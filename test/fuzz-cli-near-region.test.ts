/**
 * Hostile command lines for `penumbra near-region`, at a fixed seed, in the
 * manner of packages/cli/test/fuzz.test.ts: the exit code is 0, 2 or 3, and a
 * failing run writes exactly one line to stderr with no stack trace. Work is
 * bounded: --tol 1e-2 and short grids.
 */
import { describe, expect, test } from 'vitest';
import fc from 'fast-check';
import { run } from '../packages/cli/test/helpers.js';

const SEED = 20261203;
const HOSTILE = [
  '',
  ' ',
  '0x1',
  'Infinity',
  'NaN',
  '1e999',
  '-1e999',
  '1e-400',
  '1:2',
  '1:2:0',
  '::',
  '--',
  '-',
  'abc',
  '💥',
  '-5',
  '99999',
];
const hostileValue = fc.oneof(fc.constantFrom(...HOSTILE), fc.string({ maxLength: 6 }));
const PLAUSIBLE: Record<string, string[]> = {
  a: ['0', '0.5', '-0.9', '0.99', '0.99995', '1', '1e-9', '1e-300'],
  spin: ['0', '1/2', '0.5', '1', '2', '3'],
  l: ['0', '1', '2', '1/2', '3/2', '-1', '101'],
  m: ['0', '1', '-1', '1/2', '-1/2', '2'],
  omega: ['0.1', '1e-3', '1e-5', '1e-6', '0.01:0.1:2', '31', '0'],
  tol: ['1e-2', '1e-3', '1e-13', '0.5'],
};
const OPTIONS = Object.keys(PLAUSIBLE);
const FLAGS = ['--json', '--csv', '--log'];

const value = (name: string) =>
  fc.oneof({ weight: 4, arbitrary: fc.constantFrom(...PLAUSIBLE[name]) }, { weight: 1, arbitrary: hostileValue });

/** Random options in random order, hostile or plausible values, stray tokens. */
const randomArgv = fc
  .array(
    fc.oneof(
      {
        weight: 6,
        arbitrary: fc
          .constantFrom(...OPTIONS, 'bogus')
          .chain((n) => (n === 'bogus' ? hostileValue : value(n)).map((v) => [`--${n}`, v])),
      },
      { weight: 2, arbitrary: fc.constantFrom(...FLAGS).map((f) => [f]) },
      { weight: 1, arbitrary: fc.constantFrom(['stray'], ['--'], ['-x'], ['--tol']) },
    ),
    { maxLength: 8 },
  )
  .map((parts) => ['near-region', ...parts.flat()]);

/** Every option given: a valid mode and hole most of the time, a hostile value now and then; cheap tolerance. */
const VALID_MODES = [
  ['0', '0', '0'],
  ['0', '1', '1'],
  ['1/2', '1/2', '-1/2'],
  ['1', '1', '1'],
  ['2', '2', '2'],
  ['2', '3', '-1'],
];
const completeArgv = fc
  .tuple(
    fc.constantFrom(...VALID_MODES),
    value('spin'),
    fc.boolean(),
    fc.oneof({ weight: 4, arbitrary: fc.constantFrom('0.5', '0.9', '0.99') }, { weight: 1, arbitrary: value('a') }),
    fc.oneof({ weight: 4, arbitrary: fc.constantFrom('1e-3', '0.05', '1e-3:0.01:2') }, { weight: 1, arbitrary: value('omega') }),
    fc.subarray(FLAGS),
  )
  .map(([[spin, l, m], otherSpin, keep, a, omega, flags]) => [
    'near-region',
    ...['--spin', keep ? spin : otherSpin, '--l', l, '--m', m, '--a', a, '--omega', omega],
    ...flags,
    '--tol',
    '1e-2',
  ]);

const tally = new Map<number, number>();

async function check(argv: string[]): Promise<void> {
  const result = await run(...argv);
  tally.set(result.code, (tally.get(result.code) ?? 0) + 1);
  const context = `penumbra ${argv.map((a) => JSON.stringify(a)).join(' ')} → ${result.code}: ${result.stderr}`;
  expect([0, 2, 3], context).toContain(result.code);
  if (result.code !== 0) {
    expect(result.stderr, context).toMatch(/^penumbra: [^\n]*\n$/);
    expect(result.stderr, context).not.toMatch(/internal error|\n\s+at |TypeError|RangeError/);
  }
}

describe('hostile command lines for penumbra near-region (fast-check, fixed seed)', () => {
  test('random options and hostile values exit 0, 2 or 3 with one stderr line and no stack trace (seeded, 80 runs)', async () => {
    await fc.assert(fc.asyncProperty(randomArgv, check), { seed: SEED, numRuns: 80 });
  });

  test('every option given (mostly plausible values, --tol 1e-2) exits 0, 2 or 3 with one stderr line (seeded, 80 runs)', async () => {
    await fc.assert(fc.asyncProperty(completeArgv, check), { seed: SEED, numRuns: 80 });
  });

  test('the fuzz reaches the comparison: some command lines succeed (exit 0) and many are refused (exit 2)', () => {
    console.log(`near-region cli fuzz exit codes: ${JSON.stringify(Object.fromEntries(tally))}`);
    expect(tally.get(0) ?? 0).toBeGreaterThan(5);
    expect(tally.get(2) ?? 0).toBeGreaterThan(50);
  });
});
___
▶ _Task_: Count the lines in the listing above that include the word "omega", and respond with that number alone.

▶ _Your solution_: 4